Tutto deve avere per noi una spiegazione. Ogni spiegazione che ci danno o che ci diamo, la accogliamo con una grande soddisfazione e un vero sollievo psicologico. Perché ne abbiamo bisogno. Non possiamo vivere senza spiegazioni. Che sono poi di due grandi tipi: che cosa ha causato o causerà un dato evento e con quale scopo ciò è accaduto o accadrà. L'esistenza di una causa, ma soprattutto di un fine, presuppone quindi quasi sempre per noi l'intervento di un agente animato, anche per spiegare l'origine del mondo e le vicende del processo evolutivo. È per noi uomini quasi una necessità fisica. Questa, stretta stretta, potrebbe essere la sintesi del bel libro Nati per credere di Vittorio Girotto, Telmo Pievani e Giorgio Vallortigara recentemente uscito da Codice Edizioni (pp. 203, e 19). A tutto questo andrebbe in verità aggiunto il fatto che noi viviamo come «cuccioli » o giovani adulti per tanto tempo e ci aspettiamo sempre, più o meno inconsapevolmente, che qualcuno ci accudisca, o almeno pensi a noi e non ci ignori.Queste considerazioni chiariscono la nostra naturale inclinazione a credere all'esistenza di esseri e agenti sovrannaturali o preternaturali, e potrebbero rappresentare un potente antidoto alle tonnellate di sciocchezze, più o meno intellettualmente raffinate e finemente argomentate, che ci toccherà di ascoltare in questo 2009, anno darwiniano per eccellenza, contro Darwin e le affermazioni del darwinismo nel suo complesso. Perché siate sicuri che qualcosa del genere accadrà; troppa è la nostra naturale diffidenza, se non avversione, nei riguardi delle semplici e lineari formulazioni del darwinismo e del neodarwinismo.

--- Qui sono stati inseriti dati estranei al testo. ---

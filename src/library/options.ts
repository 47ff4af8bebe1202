/**
 * Checking a library function's options: one zod strict schema per function, and every problem
 * as one line naming the option — `options.outDir: expected a folder path (string), found
 * number` — an unknown option with the nearest known one. Each schema's `error` texts say what
 * is expected; the found value is described here.
 */
import { z } from 'zod';
import { InputError, describeFound, inputErrorOf } from '../errors.ts';
import { closest } from '../scenario/suggest.ts';
import { formatPath, valueAt, type KeyPath } from '../scenario/issues.ts';

/** The words for what a value is, as a message's "found …". */
function kindOf(v: unknown): string {
  if (v === undefined) return 'nothing';
  if (v === null) return 'null';
  if (Array.isArray(v)) return 'a list';
  if (typeof v === 'function') return 'a function';
  if (typeof v === 'object') return Object.getPrototypeOf(v) === Object.prototype ? 'a mapping' : `an object (${(v as object).constructor?.name ?? 'no class'})`;
  return typeof v;
}

/** `options.a.b[2]`: an option's key path as the scenario's messages write key paths. */
function optionName(path: KeyPath): string {
  return formatPath(['options', ...path]);
}

/** The keys the schema knows at `path` (for a suggestion). */
function keysAt(schema: z.ZodType, path: readonly PropertyKey[]): string[] {
  let s: z.ZodType = schema;
  for (const k of [...path, null]) {
    while (s instanceof z.ZodOptional) s = s.unwrap() as z.ZodType;
    if (!(s instanceof z.ZodObject)) return [];
    if (k === null) return Object.keys(s.shape);
    s = (s.shape as Record<string, z.ZodType>)[String(k)] ?? z.never();
  }
  return [];
}

function problems(fn: string, schema: z.ZodType, input: unknown, issue: z.core.$ZodIssue): InputError[] {
  const path = issue.path;
  if (issue.code === 'unrecognized_keys') {
    const known = keysAt(schema, path);
    return issue.keys.map((key) => {
      const near = closest(key, known);
      return new InputError(optionName([...path, key]), '', `unknown option of ${fn}${near === undefined ? ` (its options: ${known.join(', ')})` : ` (did you mean "${near}"?)`}`);
    });
  }
  const value = valueAt(input, path);
  // a value of the right kind but not the right sort (1.5 for a whole number) is shown itself
  const ofKind = issue.code === 'invalid_type' && issue.expected === 'int' && typeof value === 'number';
  const found = (issue.code === 'invalid_type' || issue.code === 'invalid_union') && !ofKind ? kindOf(value) : describeFound(value);
  return [new InputError(optionName(path), '', issue.message, found)];
}

/**
 * The options of `fn` checked against `schema`: the parsed options, or an InputError with one
 * line per problem.
 */
export function readOptions<T>(fn: string, schema: z.ZodType<T>, input: unknown): T {
  if (input === null || typeof input !== 'object' || Array.isArray(input)) {
    throw new InputError('options', '', `one options object for ${fn}`, kindOf(input));
  }
  const r = schema.safeParse(input);
  if (r.success) return r.data;
  throw inputErrorOf(r.error.issues.flatMap((i) => problems(fn, schema, input, i)));
}

/** What an issue's message says is expected: the schema's own `error` text. */
const expect = (text: string) => ({ error: text });

/** A path of a file or folder: a string (what it names is the use case's to check, as for the CLI). */
export function pathText(what: string) {
  return z.string(expect(what));
}

/** A whole number ≥ `min`. */
export function wholeNumber(min: number) {
  const what = `a whole number ≥ ${min}`;
  return z.number(expect(what)).int(expect(what)).min(min, expect(what));
}

/** A finite number above 0 (at least 0 with `zero`), in the unit `unit`. */
export function positiveQuantity(unit: string, zero = false) {
  const what = `a number of ${unit} ${zero ? '≥ 0' : '> 0'}`;
  const n = z.number(expect(what)).refine(Number.isFinite, expect(what));
  return zero ? n.refine((x) => x >= 0, expect(what)) : n.refine((x) => x > 0, expect(what));
}

/** A flag. */
export function flag() {
  return z.boolean(expect('true or false'));
}

/** One of a few words. */
export function choice<const W extends readonly [string, ...string[]]>(words: W) {
  return z.enum(words, expect(`one of ${words.map((w) => JSON.stringify(w)).join(', ')}`));
}

/** A callback (checked to be a function; its arguments are the caller's business). */
export function callback<F extends (...args: never[]) => unknown>(what: string) {
  return z.custom<F>((v) => typeof v === 'function', expect(`a function (${what})`));
}

/** An AbortSignal. */
export function abortSignal() {
  return z.custom<AbortSignal>((v) => v instanceof AbortSignal, expect('an AbortSignal (e.g. new AbortController().signal)'));
}
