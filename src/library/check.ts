/** `checkScenario`: validate a scenario as `run` would before simulating — the `check` command as a function. */
import { z } from 'zod';
import { checkScenarioDocument, checkScenarioFile, type CheckedScenario } from '../app/check.ts';
import { readOptions } from './options.ts';
import { scenarioOption, scenarioSource, type ScenarioDocument } from './scenario-input.ts';

/** The options of `checkScenario`. */
export interface CheckScenarioOptions {
  /**
   * The scenario: a file path (YAML or JSON), or the document itself as a plain object (what a
   * scenario file holds); messages name an object `(scenario object)`. Required.
   */
  scenario: string | ScenarioDocument;
}

/** A checked scenario: the document as used, its points (one per sweep point), warnings, and a one-line summary. */
export type CheckScenarioResult = CheckedScenario;

const schema: z.ZodType<CheckScenarioOptions> = z.strictObject({ scenario: scenarioOption });

/**
 * Checks a scenario — the document and every point of its sweep — as `run` does before it
 * simulates. Problems are `InputError`s naming the file (or `(scenario object)`) and key path;
 * warnings are in `loaded.warnings`.
 */
export async function checkScenario(options: CheckScenarioOptions): Promise<CheckScenarioResult> {
  const o = readOptions('checkScenario', schema, options);
  const source = scenarioSource(o.scenario);
  return source.document === undefined ? checkScenarioFile(source.path) : checkScenarioDocument(source.document, source.path);
}
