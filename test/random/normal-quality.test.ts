/**
 * The normal sampler (ziggurat over xoshiro128**, random/stream.ts) against the standard normal
 * distribution: Kolmogorov–Smirnov against the exact CDF, the tail probabilities P(|x| > 3) and
 * P(|x| > 4) within 99.9 % Wilson intervals of their counts, and the first four moments. Both
 * paths are checked: the fast batch `addNormals` and the one-at-a-time `nextNormal`.
 */
import { describe, expect, it } from 'vitest';
import { makeStream } from '../../src/random/streams.ts';
import { normalCdf } from '../../src/analysis/special.ts';
import { kolmogorovTail } from '../support/ks.ts';
import { wilsonInterval } from '../../src/analysis/intervals.ts';

const N = 2 ** 22;

function batch(seed: number): Float64Array {
  const out = new Float64Array(N);
  makeStream(seed, 0, 'score', 0).fillNormals(out, 0, N);
  return out;
}

function oneByOne(seed: number): Float64Array {
  const s = makeStream(seed, 0, 'aux', 3);
  const out = new Float64Array(N);
  for (let i = 0; i < N; i++) out[i] = s.nextNormal();
  return out;
}

const samples: [string, Float64Array][] = [['addNormals', batch(5)], ['nextNormal', oneByOne(6)]];

describe.each(samples)('%s: 2^22 standard normals', (_name, x) => {
  it('Kolmogorov–Smirnov against the normal CDF (first 2^20 values): p > 0.001', () => {
    const n = 2 ** 20;
    const sorted = Float64Array.from(x.subarray(0, n)).sort();
    let d = 0;
    for (let i = 0; i < n; i++) {
      const f = normalCdf(sorted[i]!, 0, 1);
      d = Math.max(d, (i + 1) / n - f, f - i / n);
    }
    // one-sample KS: λ = (√n + 0.12 + 0.11/√n)·D (Stephens, J. R. Stat. Soc. B 32, 115 (1970))
    const lambda = (Math.sqrt(n) + 0.12 + 0.11 / Math.sqrt(n)) * d;
    const p = kolmogorovTail(lambda);
    expect(p, `D = ${d}, λ = ${lambda}`).toBeGreaterThan(1e-3);
  });

  it.each([
    // two-sided tails, 2·Q(x): Abramowitz & Stegun (1964) Table 26.1 / NIST DLMF §7:
    // Q(3) = 1.349898e-3, Q(4) = 3.167124e-5
    [3, 2 * 1.349898e-3],
    [4, 2 * 3.167124e-5],
  ])('P(|x| > %i) = %f lies in the 99.9 % Wilson interval of the count', (t, expected) => {
    let k = 0;
    for (let i = 0; i < N; i++) if (Math.abs(x[i]!) > t) k++;
    const ci = wilsonInterval(k, N, 0.999);
    expect(expected, `${k} of ${N} beyond ${t}: [${ci.low}, ${ci.high}]`).toBeGreaterThanOrEqual(ci.low);
    expect(expected, `${k} of ${N} beyond ${t}: [${ci.low}, ${ci.high}]`).toBeLessThanOrEqual(ci.high);
  });

  it('moments: mean 0, variance 1, skewness 0, excess kurtosis 0 within 5 standard errors', () => {
    let m1 = 0;
    for (let i = 0; i < N; i++) m1 += x[i]!;
    m1 /= N;
    let m2 = 0, m3 = 0, m4 = 0;
    for (let i = 0; i < N; i++) {
      const d = x[i]! - m1;
      const d2 = d * d;
      m2 += d2; m3 += d2 * d; m4 += d2 * d2;
    }
    m2 /= N; m3 /= N; m4 /= N;
    const skew = m3 / m2 ** 1.5;
    const excess = m4 / (m2 * m2) - 3;
    // standard errors for normal data: √(1/n), √(2/n), √(6/n), √(24/n) (common practice, no source)
    expect(Math.abs(m1), `mean ${m1}`).toBeLessThan(5 * Math.sqrt(1 / N));
    expect(Math.abs(m2 - 1), `variance ${m2}`).toBeLessThan(5 * Math.sqrt(2 / N));
    expect(Math.abs(skew), `skewness ${skew}`).toBeLessThan(5 * Math.sqrt(6 / N));
    expect(Math.abs(excess), `excess kurtosis ${excess}`).toBeLessThan(5 * Math.sqrt(24 / N));
  });
});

Possiamo comprendere perché le cose stiano in questi termini? Tale è appunto la domanda che i nostri autori si pongono e alla quale cercano di rispondere nel quadro delle loro competenze individuali — rispettivamente la psicologia cognitiva del pensiero e del ragionamento (Girotto), la dottrina evoluzionistica (Pievani) e l'etologia (Vallortigara). Tutti e tre concordano comunque sul fatto che la spiegazione possa e debba essere cercata nelle pieghe dello stesso processo evolutivo che ha forgiato il nostro corpo e la nostra mente.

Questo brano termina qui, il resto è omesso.